# [Exercise instructions]
Word for word, retype every line of the data.

# [Information shown]
impl Document {
    /// The record of a sheet.
    ///
    /// # Arguments
    ///
    /// * `house` – what stays in the house, on its copy
    /// * `since` – the revision that changes are told from, if any
    #[must_use]
    pub fn new(
        origins: &Origins<'_>,
        ordered: &Ordered,
        house: Option<&House<'_>>,
        since: Option<&Since>,
    ) -> Self {
        let audience = if house.is_some() {
            Audience::House
        } else {
            Audience::Grower
        };
        let structure = match audience {
            Audience::House => origins.text.to_owned(),
            Audience::Grower => write(&ordered.wafer),
        };
        let parameters = origins.parameters;
        let of_parameters = Stamp::of_parameters(parameters);
        let order = origins.stack.order.clone().unwrap_or_default();
        let for_reader = match audience {
            Audience::House => {
                // What the wafer's order took over from the target holds for both copies.
                let mut order = order;
                for field in order_fields().filter(|field| field.for_grower) {
                    let (entry, origin) = ordered.order.entry(field.path);
                    order.put(field.path, entry.filter(|_| origin == Origin::Given));
                }
                order
            }
            Audience::Grower => ordered.order.clone(),
        };
        let mut targets = TargetsEntry::from(&ordered.targets);
        if audience == Audience::Grower {
            // Why a solver came to nothing is for the house to know.
            targets.pl_missing = targets.pl_missing.map(|_| "to be agreed".to_owned());
        }
        let whole = Whole {
            format: json::FORMAT,
            kind: "design sheet",
            copy: audience.word(),
            stamp: SheetStamp {
                program: of_parameters.program,
                structure_sha256: sha256(structure.as_bytes()),
                source_sha256: origins.sha256.to_owned(),
                parameters_sha256: of_parameters.parameters_sha256,
                parameter_files: of_parameters.parameter_files,
            },
            order: fields(&for_reader, audience),
            asked_for: asked_for(&for_reader, audience, &ordered.layers),
            substrate: SubstrateEntry {
                formula: ordered.wafer.substrate.formula(),
                theta_deg: xray(&ordered.targets).map(|it| it.seen.substrate.theta_deg),
            },
            counts: CountsEntry {
                wells: ordered.counts.wells,
                inner_barriers: ordered.counts.inner_barriers,
                outer_barriers: ordered.counts.outer_barriers,
                words: ordered.counts.words(),
            },
            layers: ordered.layers.iter().map(LayerEntry::from).collect(),
            targets,
            cautions: cautions(&ordered.wafer),
            house: house.map(|house| HouseEntry::new(origins, house)),
            since: Value::Null,
            changes: Vec::new(),
            structure,
        };
        let mut document = Self {
            value: serde_json::to_value(whole).unwrap_or(Value::Null),
        };
        if let Some(since) = since {
            document.tell_changes(since);
        }
        document
    }

    /// The document as text.
    #[must_use]
    pub fn text(&self) -> String {
        json::text(&self.value)
    }

    /// The copy that it is.
    #[must_use]
    pub fn audience(&self) -> Audience {
        match self.text_at("/copy") {
            "house" => Audience::House,
            _ => Audience::Grower,
        }
    }

    /// What the sheet is called: the order's name and revision, as far as it has them.
    #[must_use]
    pub fn name(&self) -> String {
        let id = self.text_at("/order/id/value");
        let revision = self.text_at("/order/revision/value");
        match (id, revision) {
            ("", _) => "Epitaxy order, not yet named".to_owned(),
            (id, "") => format!("Epitaxy order {id}"),
            (id, revision) => format!("Epitaxy order {id}, revision {revision}"),
        }
    }

    /// The stamp of the sheet for its figures: checksums, and no condition of a device.
    #[must_use]
    pub fn stamp(&self) -> Stamp {
        let files = self.list_at("/stamp/parameter_files").iter();
        Stamp {
            program: self.text_at("/stamp/program").to_owned(),
            input_sha256: Some(self.text_at("/stamp/structure_sha256").to_owned()),
            parameters_sha256: self.text_at("/stamp/parameters_sha256").to_owned(),
            parameter_files: files.filter_map(Value::as_str).map(str::to_owned).collect(),
            temperature_k: self.number_at("/targets/pl_temperature_k"),
            temperature_is_default: Some(false),
            densities_cm3: Vec::new(),
            working_density_cm3: None,
            model: None,
            seed: None,
        }
    }

    /// Says which other files of the sheet there are.
    pub fn list_files(&mut self, files: &[(String, Vec<u8>)]) {
        let files: Vec<Value> = files
            .iter()
            .map(|(name, bytes)| json!({ "name": name, "sha256": sha256(bytes) }))
            .collect();
        self.put("files", Value::Array(files));
    }

    pub(super) fn put(&mut self, key: &str, value: Value) {
        if let Value::Object(map) = &mut self.value {
            map.insert(key.to_owned(), value);
        }
    }

    /// The text at a place, empty where there is none.
    pub(super) fn text_at(&self, pointer: &str) -> &str {
        let found = self.value.pointer(pointer);
        found.and_then(Value::as_str).unwrap_or_default()
    }

    /// The number at a place.
    pub(super) fn number_at(&self, pointer: &str) -> Option<f64> {
        self.value.pointer(pointer).and_then(Value::as_f64)
    }

    /// The list at a place, empty where there is none.
    pub(super) fn list_at(&self, pointer: &str) -> &[Value] {
        let found = self.value.pointer(pointer).and_then(Value::as_array);
        found.map_or(&[], Vec::as_slice)
    }

    /// The table at a place.
    pub(super) fn map_at(&self, pointer: &str) -> Option<&Map<String, Value>> {
        self.value.pointer(pointer).and_then(Value::as_object)
    }
}

/// Every field that the reader may see.
fn fields(
    order: &crate::structure::Order,
    audience: Audience,
) -> BTreeMap<&'static str, FieldEntry> {
    order_fields()
        .filter(|field| field.for_grower || audience == Audience::House)
        .map(|field| {
            let (entry, origin) = order.entry(field.path);
            let value = match entry {
                None => Value::Null,
                Some(Entry::Text(words)) => Value::from(words),
                Some(Entry::List(items)) => Value::from(items),
                Some(Entry::Number(number)) => Value::from(number),
            };
            let origin = origin.word();
            (field.path, FieldEntry { value, origin })
        })
        .collect()
}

# [Expected answer]
impl Document {
    /// The record of a sheet.
    ///
    /// # Arguments
    ///
    /// * `house` – what stays in the house, on its copy
    /// * `since` – the revision that changes are told from, if any
    #[must_use]
    pub fn new(
        origins: &Origins<'_>,
        ordered: &Ordered,
        house: Option<&House<'_>>,
        since: Option<&Since>,
    ) -> Self {
        let audience = if house.is_some() {
            Audience::House
        } else {
            Audience::Grower
        };
        let structure = match audience {
            Audience::House => origins.text.to_owned(),
            Audience::Grower => write(&ordered.wafer),
        };
        let parameters = origins.parameters;
        let of_parameters = Stamp::of_parameters(parameters);
        let order = origins.stack.order.clone().unwrap_or_default();
        let for_reader = match audience {
            Audience::House => {
                // What the wafer's order took over from the target holds for both copies.
                let mut order = order;
                for field in order_fields().filter(|field| field.for_grower) {
                    let (entry, origin) = ordered.order.entry(field.path);
                    order.put(field.path, entry.filter(|_| origin == Origin::Given));
                }
                order
            }
            Audience::Grower => ordered.order.clone(),
        };
        let mut targets = TargetsEntry::from(&ordered.targets);
        if audience == Audience::Grower {
            // Why a solver came to nothing is for the house to know.
            targets.pl_missing = targets.pl_missing.map(|_| "to be agreed".to_owned());
        }
        let whole = Whole {
            format: json::FORMAT,
            kind: "design sheet",
            copy: audience.word(),
            stamp: SheetStamp {
                program: of_parameters.program,
                structure_sha256: sha256(structure.as_bytes()),
                source_sha256: origins.sha256.to_owned(),
                parameters_sha256: of_parameters.parameters_sha256,
                parameter_files: of_parameters.parameter_files,
            },
            order: fields(&for_reader, audience),
            asked_for: asked_for(&for_reader, audience, &ordered.layers),
            substrate: SubstrateEntry {
                formula: ordered.wafer.substrate.formula(),
                theta_deg: xray(&ordered.targets).map(|it| it.seen.substrate.theta_deg),
            },
            counts: CountsEntry {
                wells: ordered.counts.wells,
                inner_barriers: ordered.counts.inner_barriers,
                outer_barriers: ordered.counts.outer_barriers,
                words: ordered.counts.words(),
            },
            layers: ordered.layers.iter().map(LayerEntry::from).collect(),
            targets,
            cautions: cautions(&ordered.wafer),
            house: house.map(|house| HouseEntry::new(origins, house)),
            since: Value::Null,
            changes: Vec::new(),
            structure,
        };
        let mut document = Self {
            value: serde_json::to_value(whole).unwrap_or(Value::Null),
        };
        if let Some(since) = since {
            document.tell_changes(since);
        }
        document
    }

    /// The document as text.
    #[must_use]
    pub fn text(&self) -> String {
        json::text(&self.value)
    }

    /// The copy that it is.
    #[must_use]
    pub fn audience(&self) -> Audience {
        match self.text_at("/copy") {
            "house" => Audience::House,
            _ => Audience::Grower,
        }
    }

    /// What the sheet is called: the order's name and revision, as far as it has them.
    #[must_use]
    pub fn name(&self) -> String {
        let id = self.text_at("/order/id/value");
        let revision = self.text_at("/order/revision/value");
        match (id, revision) {
            ("", _) => "Epitaxy order, not yet named".to_owned(),
            (id, "") => format!("Epitaxy order {id}"),
            (id, revision) => format!("Epitaxy order {id}, revision {revision}"),
        }
    }

    /// The stamp of the sheet for its figures: checksums, and no condition of a device.
    #[must_use]
    pub fn stamp(&self) -> Stamp {
        let files = self.list_at("/stamp/parameter_files").iter();
        Stamp {
            program: self.text_at("/stamp/program").to_owned(),
            input_sha256: Some(self.text_at("/stamp/structure_sha256").to_owned()),
            parameters_sha256: self.text_at("/stamp/parameters_sha256").to_owned(),
            parameter_files: files.filter_map(Value::as_str).map(str::to_owned).collect(),
            temperature_k: self.number_at("/targets/pl_temperature_k"),
            temperature_is_default: Some(false),
            densities_cm3: Vec::new(),
            working_density_cm3: None,
            model: None,
            seed: None,
        }
    }

    /// Says which other files of the sheet there are.
    pub fn list_files(&mut self, files: &[(String, Vec<u8>)]) {
        let files: Vec<Value> = files
            .iter()
            .map(|(name, bytes)| json!({ "name": name, "sha256": sha256(bytes) }))
            .collect();
        self.put("files", Value::Array(files));
    }

    pub(super) fn put(&mut self, key: &str, value: Value) {
        if let Value::Object(map) = &mut self.value {
            map.insert(key.to_owned(), value);
        }
    }

    /// The text at a place, empty where there is none.
    pub(super) fn text_at(&self, pointer: &str) -> &str {
        let found = self.value.pointer(pointer);
        found.and_then(Value::as_str).unwrap_or_default()
    }

    /// The number at a place.
    pub(super) fn number_at(&self, pointer: &str) -> Option<f64> {
        self.value.pointer(pointer).and_then(Value::as_f64)
    }

    /// The list at a place, empty where there is none.
    pub(super) fn list_at(&self, pointer: &str) -> &[Value] {
        let found = self.value.pointer(pointer).and_then(Value::as_array);
        found.map_or(&[], Vec::as_slice)
    }

    /// The table at a place.
    pub(super) fn map_at(&self, pointer: &str) -> Option<&Map<String, Value>> {
        self.value.pointer(pointer).and_then(Value::as_object)
    }
}

/// Every field that the reader may see.
fn fields(
    order: &crate::structure::Order,
    audience: Audience,
) -> BTreeMap<&'static str, FieldEntry> {
    order_fields()
        .filter(|field| field.for_grower || audience == Audience::House)
        .map(|field| {
            let (entry, origin) = order.entry(field.path);
            let value = match entry {
                None => Value::Null,
                Some(Entry::Text(words)) => Value::from(words),
                Some(Entry::List(items)) => Value::from(items),
                Some(Entry::Number(number)) => Value::from(number),
            };
            let origin = origin.word();
            (field.path, FieldEntry { value, origin })
        })
        .collect()
}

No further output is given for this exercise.